How Many of Our Priests Are Leading Secret Lives?
Perhaps you remember Fr. Ron Ashmore. We had a New Oxford Note on him in our July-August 2001 issue. Fr. Ron, a Catholic priest, had what he called a “dialogue of prayer” with Jesus — a kind of private revelation — where Jesus told him that Timothy McVeigh and all the 168 people he murdered in the Oklahoma City bombing went straight to Heaven.
Now, there were conflicting reports about whether McVeigh was (sort of) repentant or not. McVeigh, a lapsed Catholic, did receive the Last Rites, but it was not clear if it included sacramental Confession. His final written statement consisted solely of a poem, “Invictus” (meaning Unconquered), by William Earnest Henley, which reads in part: “I thank whatever gods may be/For my unconquerable soul…./Beyond this place of wrath and tears/Looms but the Horror of the shade…./It matters not how strait the gate,/How charged with punishments the scroll,/I am the master of my fate:/I am the captain of my soul.”
McVeigh made no final verbal statement, and the San Francisco Chronicle (June 12, 2001) carried the front-page headline: “Death of a Terrorist: McVeigh Offers No Last Words, Only a Steely Stare, for His Victims.” The New York Times (June 12, 2001) reported that he “died unrepentant, without offering a word of regret.” After the execution, McVeigh’s attorney said he “could not successfully help Tim to express words of reconciliation that he did not perceive to be dishonest.”

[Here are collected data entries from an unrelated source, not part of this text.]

package org.holdfast.scenario;

import java.util.LinkedHashMap;
import java.util.LinkedHashSet;
import java.util.Map;
import java.util.Set;

/**
 * Values given on the command line ({@code --set KEY=VALUE}, or a sweep's {@code --vary}) that
 * replace scenario values. Keys are dotted paths as {@link Node#path()} spells them; galaxies
 * are addressed by name ({@code galaxy.NAME.mass_msun}). Every override must be used by the
 * reader, otherwise it names a key that does not exist and {@link #checkAllUsed()} reports it.
 * Each override remembers the option it came from, so that a problem with a value the reader
 * took from it is blamed on that option rather than on the file's line it replaced.
 */
public final class Overrides {

    /** Where override errors are reported. */
    public static final String OPTION = "--set";

    private final Map<String, String> values = new LinkedHashMap<>();
    private final Map<String, String> options = new LinkedHashMap<>();
    private final Set<String> used = new LinkedHashSet<>();

    /** No overrides. */
    public static Overrides none() {
        return new Overrides();
    }

    /**
     * Parses {@code KEY=VALUE} assignments.
     *
     * @throws ScenarioException for an assignment without '=' or with an empty key
     */
    public static Overrides parse(Iterable<String> assignments) {
        Overrides o = new Overrides();
        for (String a : assignments) {
            int eq = a.indexOf('=');
            if (eq <= 0) {
                throw new ScenarioException(OPTION, a, "expected KEY=VALUE");
            }
            o.put(a.substring(0, eq).trim(), a.substring(eq + 1).trim(), OPTION);
        }
        return o;
    }

    /**
     * Adds or replaces one override that no option of the user's gave (a program's own
     * setting): a problem with its value is reported at the key's place in the file.
     */
    public Overrides put(String dottedKey, String value) {
        values.put(dottedKey, value);
        options.remove(dottedKey);
        return this;
    }

    /**
     * Adds or replaces one override that the user gave with an option.
     *
     * @param option the option it came from ("--set", "--vary"), named in error messages
     */
    public Overrides put(String dottedKey, String value, String option) {
        values.put(dottedKey, value);
        options.put(dottedKey, option);
        return this;
    }

    /** A copy, with nothing marked as used. */
    public Overrides copy() {
        Overrides o = new Overrides();
        o.values.putAll(values);
        o.options.putAll(options);
        return o;
    }

    /** The option an override came from ("--set" when none was recorded). */
    public String optionOf(String dottedKey) {
        return options.getOrDefault(dottedKey, OPTION);
    }

    /**
     * The option whose value the reader took for a key, or for one of its components
     * ({@code key.0}, {@code key.1}, ...) when the key is a vector; null when the file's own
     * value was used.
     */
    String sourceOf(String dottedKey) {
        if (used.contains(dottedKey) && options.containsKey(dottedKey)) {
            return options.get(dottedKey);
        }
        for (String k : used) {
            if (k.length() > dottedKey.length() + 1 && k.startsWith(dottedKey + ".") && options.containsKey(k)
                    && k.substring(dottedKey.length() + 1).chars().allMatch(Character::isDigit)) {
                return options.get(k);
            }
        }
        return null;
    }

    /** The override for a key, marking it used; null if none. */
    String take(String dottedKey) {
        String v = values.get(dottedKey);
        if (v != null) {
            used.add(dottedKey);
        }
        return v;
    }

    /** All overrides as given, in order. */
    public Map<String, String> asMap() {
        return java.util.Collections.unmodifiableMap(values);
    }

    /** @throws ScenarioException naming the first override that matched no key */
    public void checkAllUsed() {
        for (String k : values.keySet()) {
            if (!used.contains(k)) {
                throw new ScenarioException(optionOf(k), k, "no such key in this scenario");
            }
        }
    }
}
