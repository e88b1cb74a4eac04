package org.holdfast.scenario;

import java.util.LinkedHashMap;
import java.util.LinkedHashSet;
import java.util.Map;
import java.util.Set;

/**
 * Values given on the command line ({@code --set KEY=VALUE}) that replace scenario values.
 * Keys are dotted paths as {@link Node#path()} spells them; galaxies are addressed by name
 * ({@code galaxy.NAME.mass_msun}). Every override must be used by the reader, otherwise it
 * names a key that does not exist and {@link #checkAllUsed()} reports it.
 */
public final class Overrides {

    /** Where override errors are reported. */
    public static final String OPTION = "--set";

    private final Map<String, String> values = new LinkedHashMap<>();
    private final Set<String> used = new LinkedHashSet<>();

    /** No overrides. */
    public static Overrides none() {
        return new Overrides();
    }

    /**
     * Parses {@code KEY=VALUE} assignments.
     *
     * @throws ScenarioException for an assignment without '=' or with an empty key
     */
    public static Overrides parse(Iterable<String> assignments) {
        Overrides o = new Overrides();
        for (String a : assignments) {
            int eq = a.indexOf('=');
            if (eq <= 0) {
                throw new ScenarioException(OPTION, a, "expected KEY=VALUE");
            }
            o.put(a.substring(0, eq).trim(), a.substring(eq + 1).trim());
        }
        return o;
    }

    /** Adds or replaces one override. */
    public Overrides put(String dottedKey, String value) {
        values.put(dottedKey, value);
        return this;
    }

    /** A copy, with nothing marked as used. */
    public Overrides copy() {
        Overrides o = new Overrides();
        o.values.putAll(values);
        return o;
    }

    /** The override for a key, marking it used; null if none. */
    String take(String dottedKey) {
        String v = values.get(dottedKey);
        if (v != null) {
            used.add(dottedKey);
        }
        return v;
    }

    /** All overrides as given, in order. */
    public Map<String, String> asMap() {
        return java.util.Collections.unmodifiableMap(values);
    }

    /** @throws ScenarioException naming the first override that matched no key */
    public void checkAllUsed() {
        for (String k : values.keySet()) {
            if (!used.contains(k)) {
                throw new ScenarioException(OPTION, k, "no such key in this scenario");
            }
        }
    }
}
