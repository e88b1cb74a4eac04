package org.holdfast.scenario;

import java.util.ArrayList;
import java.util.HashMap;
import java.util.List;
import java.util.Locale;
import java.util.Map;

import org.holdfast.group.FlowSpec;
import org.holdfast.group.GalaxySpec;
import org.holdfast.group.GroupSpec;
import org.holdfast.group.HaloSpec;
import org.holdfast.group.StarsSpec;
import org.holdfast.observe.HomeFrame;
import org.holdfast.observe.MemberState;
import org.holdfast.observe.ObservedReader;
import org.holdfast.observe.ObserverSite;
import org.holdfast.observe.ObserverReader;
import org.holdfast.units.Units;
import org.holdfast.schema.Node;

/**
 * Reads the members ({@code [[galaxy]]}) and the flow tracers ({@code [flow]}) of a scenario.
 * Physical checks that need no physics code happen here (masses, names, places); a member's
 * halo parameters are checked for consistency with its profile.
 */
public final class GroupReader {

    /** Upper limit on the tracers of one run, about 10^8 (some 5 GB of state). */
    public static final long MAX_TRACERS = 100_000_000L;

    /** Two members closer than this (kpc) are "at the same place". */
    static final double SAME_PLACE_KPC = 1e-6;

    private GroupReader() {
    }

    /** Reads the group from the scenario's root table. */
    public static GroupSpec read(Node root) {
        return read(root, new ArrayList<>());
    }

    /**
     * Reads the group from the scenario's root table; members given by observation are
     * converted to positions and velocities around the home galaxy, and the assumptions made
     * for them are added to {@code warnings}.
     */
    public static GroupSpec read(Node root, List<String> warnings) {
        List<Node> nodes = root.tables("galaxy", "name");
        if (nodes.isEmpty()) {
            throw root.error(null, "a scenario needs at least one [[galaxy]]");
        }
        Node firstObserved = null;
        for (Node g : nodes) {
            if (g.hasInFile("observed")) {
                firstObserved = g.requireTable("observed");
                break;
            }
        }
        ObserverSite observer = firstObserved == null ? null : ObserverReader.forObserved(root, firstObserved);
        Node home = observer == null ? null : homeNode(root, nodes, observer);
        double[] homePos = home == null ? null : home.vector("position_kpc", 3);
        double[] homeVel = home == null ? null
                : home.has("velocity_kms") ? home.vector("velocity_kms", 3) : new double[3];
        HomeFrame frame = observer == null ? null : new HomeFrame(observer);
        org.holdfast.observe.UnmeasuredMotion unmeasured = observer == null ? null
                : org.holdfast.observe.ObserverReader.unmeasured(root.table("observer"));
        List<GalaxySpec> galaxies = new ArrayList<>();
        Map<String, Node> byName = new HashMap<>();
        for (Node g : nodes) {
            GalaxySpec spec;
            if (g.hasInFile("observed")) {
                MemberState s = frame.toHome(ObservedReader.read(g.requireTable("observed"), unmeasured));
                warnings.addAll(s.warnings());
                spec = galaxy(g, add(homePos, s.positionKpc()), add(homeVel, s.velocityKms()));
            } else {
                spec = galaxy(g, null, null);
            }
            checkSpeed(g, spec, warnings);
            checkScale(g, spec);
            Node earlier = byName.put(spec.name(), g);
            if (earlier != null) {
                throw g.error("name", "duplicate galaxy name '" + spec.name() + "' (first used at line "
                        + earlier.lineOf("name") + ")");
            }
            for (int i = 0; i < galaxies.size(); i++) {
                GalaxySpec other = galaxies.get(i);
                if (distance(other.positionKpc(), spec.positionKpc()) < SAME_PLACE_KPC) {
                    throw g.error("position_kpc", "galaxy '" + spec.name() + "' is at the same place as '"
                            + other.name() + "'");
                }
            }
            galaxies.add(spec);
        }
        Node flowNode = root.table("flow");
        FlowSpec flow = flowNode == null ? null : flow(flowNode);
        GroupSpec group = new GroupSpec(List.copyOf(galaxies), flow);
        if (group.tracerCount() > MAX_TRACERS) {
            throw root.error(null, "the scenario asks for " + group.tracerCount() + " tracers, more than the "
                    + MAX_TRACERS + " one run can hold");
        }
        return group;
    }

    /**
     * A member's speed as given must be below c; above {@link Units#NEWTONIAN_LIMIT_FRACTION_OF_C}
     * of c the run is allowed, with a warning, since the Newtonian model is doubtful there.
     */
    static void checkSpeed(Node g, GalaxySpec spec, List<String> warnings) {
        double[] v = spec.velocityKms();
        double speed = Math.sqrt(v[0] * v[0] + v[1] * v[1] + v[2] * v[2]);
        String key = g.hasInFile("observed") ? "observed" : "velocity_kms";
        if (!(speed < Units.C_KMS)) {
            throw g.error(key, String.format(Locale.ROOT, "a speed of %.6g km/s is not below the speed of light"
                    + " (%.6g km/s)", speed, Units.C_KMS));
        }
        double doubtful = Units.NEWTONIAN_LIMIT_FRACTION_OF_C * Units.C_KMS;
        if (speed > doubtful) {
            warnings.add(String.format(Locale.ROOT, "%s: %s: a speed of %.4g km/s is %.2f c, above %.1f c, where"
                    + " the Newtonian model is doubtful", g.where(key), g.keyPath(key), speed, speed / Units.C_KMS,
                    Units.NEWTONIAN_LIMIT_FRACTION_OF_C));
        }
    }

    /** Farthest a member may be placed, kpc: 100 Gpc, far beyond the Hubble radius (4 Gpc for H0 = 70). */
    static final double MAX_DISTANCE_KPC = 1e8;

    /** Heaviest member, Msun: 1e20, 10^5 times a rich cluster of galaxies (about 1e15 Msun; from memory). */
    static final double MAX_MASS_MSUN = 1e20;

    /**
     * A member far beyond the Hubble radius lies outside this model, the Newtonian limit around a
     * point (valid for r much less than c/H; common practice), and numbers as large as 1e308
     * overflow the forces: such places and masses are refused.
     */
    static void checkScale(Node g, GalaxySpec spec) {
        double[] p = spec.positionKpc();
        double d = Math.sqrt(p[0] * p[0] + p[1] * p[1] + p[2] * p[2]);
        String key = g.hasInFile("observed") ? "observed" : "position_kpc";
        if (!(d < MAX_DISTANCE_KPC)) {
            throw g.error(key, String.format(Locale.ROOT, "%.4g kpc from the origin is beyond %.0e kpc, far outside"
                    + " the Hubble radius, where this Newtonian model does not hold", d, MAX_DISTANCE_KPC));
        }
        if (!(spec.massMsun() < MAX_MASS_MSUN)) {
            throw g.error("mass_msun", String.format(Locale.ROOT, "%.4g Msun is more than %.0e Msun, far heavier than"
                    + " any group of galaxies", spec.massMsun(), MAX_MASS_MSUN));
        }
    }

    /** A velocity dispersion must be >= 0 and below c. */
    private static double dispersion(Node n, double fallback) {
        double d = n.number("dispersion_kms", fallback);
        if (d < 0) {
            throw n.error("dispersion_kms", "must be >= 0 (got " + Node.fmt(d) + ")");
        }
        if (!(d < Units.C_KMS)) {
            throw n.error("dispersion_kms", "must be below the speed of light, " + Node.fmt(Units.C_KMS)
                    + " km/s (got " + Node.fmt(d) + ")");
        }
        return d;
    }

    private static Node homeNode(Node root, List<Node> nodes, ObserverSite observer) {
        for (Node g : nodes) {
            if (observer.homeGalaxy().equals(g.string("name"))) {
                if (g.hasInFile("observed")) {
                    throw g.error("observed", "the home galaxy '" + observer.homeGalaxy()
                            + "' is where the observer is: give its position_kpc, not an observed table");
                }
                return g;
            }
        }
        Node obs = root.requireTable("observer");
        throw obs.error("galaxy", "no [[galaxy]] is named '" + observer.homeGalaxy() + "'");
    }

    private static double[] add(double[] a, double[] b) {
        return new double[] {a[0] + b[0], a[1] + b[1], a[2] + b[2]};
    }

    /**
     * Reads one member; {@code pos} and {@code vel} replace position_kpc and velocity_kms for
     * a member given by observation (null otherwise).
     */
    static GalaxySpec galaxy(Node g, double[] observedPos, double[] observedVel) {
        g.allowOnly("name", "mass_msun", "position_kpc", "velocity_kms", "observed", "halo", "stars", "coulomb_log");
        String name = g.string("name");
        if (name.isBlank()) {
            throw g.error("name", "a galaxy name must not be empty");
        }
        if (!g.has("mass_msun")) {
            throw g.error(null, "galaxy '" + name + "' has no mass_msun");
        }
        double mass = g.positive("mass_msun");
        double[] pos;
        double[] vel;
        if (observedPos != null) {
            for (String k : new String[] {"position_kpc", "velocity_kms"}) {
                if (g.hasInFile(k)) {
                    throw g.error(k, "give either " + k + " or observed, not both");
                }
            }
            pos = observedPos;
            vel = observedVel;
        } else {
            pos = g.vector("position_kpc", 3);
            vel = g.has("velocity_kms") ? g.vector("velocity_kms", 3) : new double[3];
        }
        Node haloNode = g.table("halo");
        HaloSpec halo = haloNode == null ? HaloSpec.point(0.0) : halo(haloNode);
        Node starsNode = g.table("stars");
        StarsSpec stars = starsNode == null ? null : stars(starsNode, halo);
        return new GalaxySpec(name, mass, pos, vel, halo, stars, RunReader.coulombLog(g, null));
    }

    static HaloSpec halo(Node h) {
        String profile = h.choice("profile", HaloSpec.PROFILES);
        double nan = Double.NaN;
        switch (profile) {
            case "point" -> {
                h.allowOnly("profile", "softening_kpc");
                double eps = h.number("softening_kpc", 0.0);
                if (eps < 0) {
                    throw h.error("softening_kpc", "must be >= 0 (got " + Node.fmt(eps) + ")");
                }
                return new HaloSpec(profile, eps, nan, nan, nan);
            }
            case "plummer", "hernquist" -> {
                h.allowOnly("profile", "scale_kpc");
                return new HaloSpec(profile, nan, h.positive("scale_kpc"), nan, nan);
            }
            case "nfw" -> {
                h.allowOnly("profile", "scale_kpc", "concentration", "truncation_kpc");
                boolean hasScale = h.has("scale_kpc");
                boolean hasC = h.has("concentration");
                if (hasScale == hasC) {
                    throw h.error(null, "an nfw halo needs exactly one of scale_kpc and concentration");
                }
                return new HaloSpec(profile, nan, hasScale ? h.positive("scale_kpc") : nan,
                        hasC ? h.positive("concentration") : nan, h.positive("truncation_kpc", nan));
            }
            case "isothermal" -> {
                h.allowOnly("profile", "truncation_kpc");
                if (!h.has("truncation_kpc")) {
                    throw h.error(null, "an isothermal halo needs truncation_kpc (its mass would be infinite)");
                }
                return new HaloSpec(profile, nan, nan, nan, h.positive("truncation_kpc"));
            }
            default -> throw new IllegalStateException(profile);
        }
    }

    static StarsSpec stars(Node s, HaloSpec halo) {
        s.allowOnly("count", "shape", "radius_kpc", "normal", "dispersion_kms");
        int count = (int) s.integer("count", 0, Integer.MAX_VALUE - 8);
        String shape = s.choice("shape", StarsSpec.SHAPES, "disk");
        double radius = s.positive("radius_kpc");
        double[] normal = s.has("normal") ? s.vector("normal", 3) : new double[] {0, 0, 1};
        if (Math.sqrt(normal[0] * normal[0] + normal[1] * normal[1] + normal[2] * normal[2]) == 0) {
            throw s.error("normal", "the spin axis must not be the zero vector");
        }
        double dispersion = dispersion(s, 10.0);
        return new StarsSpec(count, shape, radius, normal, dispersion);
    }

    static FlowSpec flow(Node f) {
        f.allowOnly("count", "inner_kpc", "outer_kpc", "dispersion_kms");
        int count = (int) f.integer("count", 0, Integer.MAX_VALUE - 8);
        double inner = f.positive("inner_kpc");
        double outer = f.positive("outer_kpc");
        if (outer <= inner) {
            throw f.error("outer_kpc", "must be larger than inner_kpc (" + Node.fmt(inner) + ")");
        }
        double dispersion = dispersion(f, 0.0);
        return new FlowSpec(count, inner, outer, dispersion);
    }

    private static double distance(double[] a, double[] b) {
        double dx = a[0] - b[0];
        double dy = a[1] - b[1];
        double dz = a[2] - b[2];
        return Math.sqrt(dx * dx + dy * dy + dz * dz);
    }
}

Of course, only God knows for sure whether McVeigh repented or not, and, if so, whether he was truly repentant. We must hope that he was, even though it didn’t look promising.
Right after the execution, Fr. Ron, who was in contact with McVeigh, made what to us are contradictory statements (though probably not to Fr. Ron): “Tim made himself right with God…. He’s absolutely in Heaven” and “Tim unfortunately did not ever say that what he did was wrong….” We’re not clear how you can make yourself right with God without admitting that killing the innocent, that mass murder, is wrong.